## WHAT NEEDS TO BE DONE
Your task is to quote the listing below exactly, beginning with its first line and ending on the line bearing "readonly y: Float64Array;".

## MATERIAL TO PROCESS
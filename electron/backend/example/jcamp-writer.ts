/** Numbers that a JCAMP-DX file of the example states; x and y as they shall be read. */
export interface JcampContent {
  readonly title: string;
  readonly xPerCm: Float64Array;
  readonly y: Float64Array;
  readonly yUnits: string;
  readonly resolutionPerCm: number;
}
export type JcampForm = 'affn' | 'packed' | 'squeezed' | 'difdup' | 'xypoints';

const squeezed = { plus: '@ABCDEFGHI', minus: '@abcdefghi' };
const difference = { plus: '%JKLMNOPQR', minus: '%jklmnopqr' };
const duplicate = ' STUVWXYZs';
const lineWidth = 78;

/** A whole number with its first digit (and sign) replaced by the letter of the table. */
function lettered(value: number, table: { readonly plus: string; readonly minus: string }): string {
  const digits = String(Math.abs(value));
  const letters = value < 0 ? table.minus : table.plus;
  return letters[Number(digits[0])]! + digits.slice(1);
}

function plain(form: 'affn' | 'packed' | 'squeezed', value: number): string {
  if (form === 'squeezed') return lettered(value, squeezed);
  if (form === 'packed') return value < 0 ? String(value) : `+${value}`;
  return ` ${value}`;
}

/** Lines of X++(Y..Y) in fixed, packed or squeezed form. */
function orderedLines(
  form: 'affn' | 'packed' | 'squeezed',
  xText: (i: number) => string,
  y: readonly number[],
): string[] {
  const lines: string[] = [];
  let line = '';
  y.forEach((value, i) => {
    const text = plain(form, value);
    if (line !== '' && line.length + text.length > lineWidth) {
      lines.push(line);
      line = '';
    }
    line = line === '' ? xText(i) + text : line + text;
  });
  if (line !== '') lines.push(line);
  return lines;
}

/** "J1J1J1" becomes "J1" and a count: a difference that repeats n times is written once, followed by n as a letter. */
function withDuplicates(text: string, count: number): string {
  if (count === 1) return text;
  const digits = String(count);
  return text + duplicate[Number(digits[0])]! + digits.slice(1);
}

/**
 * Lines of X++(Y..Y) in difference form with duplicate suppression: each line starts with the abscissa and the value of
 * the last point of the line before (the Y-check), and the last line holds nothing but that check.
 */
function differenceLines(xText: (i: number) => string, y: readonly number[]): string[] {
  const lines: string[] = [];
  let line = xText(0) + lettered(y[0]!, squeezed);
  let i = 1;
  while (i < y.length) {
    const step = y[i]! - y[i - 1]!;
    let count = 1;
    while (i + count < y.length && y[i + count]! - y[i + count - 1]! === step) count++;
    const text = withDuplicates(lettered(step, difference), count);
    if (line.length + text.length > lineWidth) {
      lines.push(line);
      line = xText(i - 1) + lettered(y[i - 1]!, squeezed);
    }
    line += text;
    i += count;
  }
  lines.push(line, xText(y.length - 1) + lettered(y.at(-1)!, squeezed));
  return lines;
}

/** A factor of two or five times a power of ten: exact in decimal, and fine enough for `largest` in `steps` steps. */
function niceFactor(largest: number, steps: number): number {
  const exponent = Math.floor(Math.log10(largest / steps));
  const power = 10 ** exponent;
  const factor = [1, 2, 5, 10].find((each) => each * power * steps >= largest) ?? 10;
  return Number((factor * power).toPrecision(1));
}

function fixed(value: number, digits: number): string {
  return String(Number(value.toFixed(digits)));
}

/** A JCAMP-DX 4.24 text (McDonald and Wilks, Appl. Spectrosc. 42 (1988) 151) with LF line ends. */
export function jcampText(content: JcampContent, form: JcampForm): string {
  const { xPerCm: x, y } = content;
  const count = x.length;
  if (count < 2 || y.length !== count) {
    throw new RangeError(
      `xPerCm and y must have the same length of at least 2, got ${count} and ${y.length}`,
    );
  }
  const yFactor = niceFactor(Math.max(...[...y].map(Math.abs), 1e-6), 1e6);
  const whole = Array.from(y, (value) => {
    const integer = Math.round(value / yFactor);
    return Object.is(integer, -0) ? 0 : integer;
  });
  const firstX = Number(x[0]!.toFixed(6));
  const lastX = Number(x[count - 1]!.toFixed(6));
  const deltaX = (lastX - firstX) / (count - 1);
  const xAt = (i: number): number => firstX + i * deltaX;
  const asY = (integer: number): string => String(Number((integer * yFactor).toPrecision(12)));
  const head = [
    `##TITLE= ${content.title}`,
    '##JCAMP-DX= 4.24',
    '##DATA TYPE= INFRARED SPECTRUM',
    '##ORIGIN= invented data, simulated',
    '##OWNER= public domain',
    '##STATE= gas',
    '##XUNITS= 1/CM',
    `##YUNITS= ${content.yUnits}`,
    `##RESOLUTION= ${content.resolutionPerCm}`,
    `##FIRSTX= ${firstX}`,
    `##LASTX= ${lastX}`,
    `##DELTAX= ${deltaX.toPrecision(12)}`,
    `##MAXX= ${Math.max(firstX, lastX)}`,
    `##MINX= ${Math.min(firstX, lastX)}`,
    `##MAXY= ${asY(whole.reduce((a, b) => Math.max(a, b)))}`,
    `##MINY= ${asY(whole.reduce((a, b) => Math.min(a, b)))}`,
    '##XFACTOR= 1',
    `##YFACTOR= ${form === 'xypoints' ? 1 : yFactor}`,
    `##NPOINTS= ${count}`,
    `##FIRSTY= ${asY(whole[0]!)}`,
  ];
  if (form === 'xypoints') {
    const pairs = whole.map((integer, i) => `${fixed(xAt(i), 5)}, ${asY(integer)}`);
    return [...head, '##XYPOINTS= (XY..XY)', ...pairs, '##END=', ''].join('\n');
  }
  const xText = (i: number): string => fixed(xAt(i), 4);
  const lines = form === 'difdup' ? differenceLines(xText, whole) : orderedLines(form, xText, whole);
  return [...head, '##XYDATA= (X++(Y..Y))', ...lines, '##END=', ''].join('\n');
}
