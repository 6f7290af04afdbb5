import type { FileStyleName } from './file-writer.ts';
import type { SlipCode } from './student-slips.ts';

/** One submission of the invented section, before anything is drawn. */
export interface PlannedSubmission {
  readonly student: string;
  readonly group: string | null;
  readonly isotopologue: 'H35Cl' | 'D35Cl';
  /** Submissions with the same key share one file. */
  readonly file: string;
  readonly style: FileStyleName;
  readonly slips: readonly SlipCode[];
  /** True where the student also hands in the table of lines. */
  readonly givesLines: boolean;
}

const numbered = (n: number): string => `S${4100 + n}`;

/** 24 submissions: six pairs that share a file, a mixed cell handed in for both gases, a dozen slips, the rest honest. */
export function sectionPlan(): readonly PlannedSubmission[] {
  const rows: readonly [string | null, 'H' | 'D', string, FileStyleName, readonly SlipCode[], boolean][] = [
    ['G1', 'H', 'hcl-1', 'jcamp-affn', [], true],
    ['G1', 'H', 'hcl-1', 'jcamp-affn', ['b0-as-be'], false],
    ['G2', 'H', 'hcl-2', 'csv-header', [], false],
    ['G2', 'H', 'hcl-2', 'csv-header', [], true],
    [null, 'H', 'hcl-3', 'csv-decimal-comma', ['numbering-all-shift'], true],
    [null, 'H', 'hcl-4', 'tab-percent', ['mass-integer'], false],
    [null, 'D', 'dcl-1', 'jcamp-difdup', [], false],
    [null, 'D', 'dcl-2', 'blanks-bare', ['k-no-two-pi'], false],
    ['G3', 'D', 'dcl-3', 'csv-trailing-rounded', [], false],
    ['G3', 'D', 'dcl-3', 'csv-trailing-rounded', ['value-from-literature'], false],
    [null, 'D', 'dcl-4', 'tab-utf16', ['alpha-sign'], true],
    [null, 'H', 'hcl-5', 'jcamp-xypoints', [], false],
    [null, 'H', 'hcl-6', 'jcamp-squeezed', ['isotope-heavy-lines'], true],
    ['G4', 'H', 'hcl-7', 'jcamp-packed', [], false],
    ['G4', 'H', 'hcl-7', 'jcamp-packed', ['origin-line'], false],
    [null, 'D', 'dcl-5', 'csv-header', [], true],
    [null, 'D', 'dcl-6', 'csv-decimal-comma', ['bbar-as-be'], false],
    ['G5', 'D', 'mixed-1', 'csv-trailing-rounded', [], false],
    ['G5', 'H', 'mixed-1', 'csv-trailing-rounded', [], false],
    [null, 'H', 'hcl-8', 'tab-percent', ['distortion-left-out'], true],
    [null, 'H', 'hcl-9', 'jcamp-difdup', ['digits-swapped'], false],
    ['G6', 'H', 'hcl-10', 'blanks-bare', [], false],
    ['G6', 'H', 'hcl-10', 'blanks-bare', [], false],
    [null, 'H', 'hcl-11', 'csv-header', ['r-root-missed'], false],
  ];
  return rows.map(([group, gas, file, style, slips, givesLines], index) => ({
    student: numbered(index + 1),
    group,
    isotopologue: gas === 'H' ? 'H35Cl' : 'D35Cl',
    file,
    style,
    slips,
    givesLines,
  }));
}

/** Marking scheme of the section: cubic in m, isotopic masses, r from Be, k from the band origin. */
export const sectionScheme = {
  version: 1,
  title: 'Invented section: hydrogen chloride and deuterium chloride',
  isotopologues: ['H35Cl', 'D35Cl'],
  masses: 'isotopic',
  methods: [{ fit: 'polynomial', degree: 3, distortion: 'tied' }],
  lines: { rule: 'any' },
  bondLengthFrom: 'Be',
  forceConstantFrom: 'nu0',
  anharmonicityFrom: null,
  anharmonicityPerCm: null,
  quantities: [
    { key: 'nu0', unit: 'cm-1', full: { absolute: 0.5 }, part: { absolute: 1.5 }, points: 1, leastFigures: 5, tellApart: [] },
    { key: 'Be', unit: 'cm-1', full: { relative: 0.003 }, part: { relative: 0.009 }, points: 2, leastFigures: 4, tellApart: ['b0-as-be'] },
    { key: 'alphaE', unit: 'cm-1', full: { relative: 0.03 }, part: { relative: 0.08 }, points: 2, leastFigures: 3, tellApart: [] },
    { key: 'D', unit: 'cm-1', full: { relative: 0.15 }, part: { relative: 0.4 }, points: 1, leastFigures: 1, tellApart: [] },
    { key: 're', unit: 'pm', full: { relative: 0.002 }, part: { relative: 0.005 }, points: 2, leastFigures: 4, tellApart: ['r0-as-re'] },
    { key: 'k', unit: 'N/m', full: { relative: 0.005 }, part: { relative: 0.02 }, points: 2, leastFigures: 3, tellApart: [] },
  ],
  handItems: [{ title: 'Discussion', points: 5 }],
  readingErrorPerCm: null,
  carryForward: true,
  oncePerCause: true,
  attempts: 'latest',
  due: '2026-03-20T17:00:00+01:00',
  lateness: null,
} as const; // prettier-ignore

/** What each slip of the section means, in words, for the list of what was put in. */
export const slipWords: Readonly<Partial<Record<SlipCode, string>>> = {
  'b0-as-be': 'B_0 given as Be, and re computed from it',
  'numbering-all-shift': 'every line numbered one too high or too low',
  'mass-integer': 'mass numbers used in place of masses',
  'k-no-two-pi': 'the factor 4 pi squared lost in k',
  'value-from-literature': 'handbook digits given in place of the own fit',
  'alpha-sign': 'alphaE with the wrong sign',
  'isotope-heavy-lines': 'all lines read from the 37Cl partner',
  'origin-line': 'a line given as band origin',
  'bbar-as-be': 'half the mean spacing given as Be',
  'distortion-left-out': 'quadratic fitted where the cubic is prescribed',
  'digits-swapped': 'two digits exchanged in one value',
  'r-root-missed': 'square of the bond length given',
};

## EXERCISE ANSWER
filename electron/backend/example/jcamp-writer.ts
/** Numbers that a JCAMP-DX file of the example states; x and y as they shall be read. */
export interface JcampContent {
  readonly title: string;
  readonly xPerCm: Float64Array;
  readonly y: Float64Array;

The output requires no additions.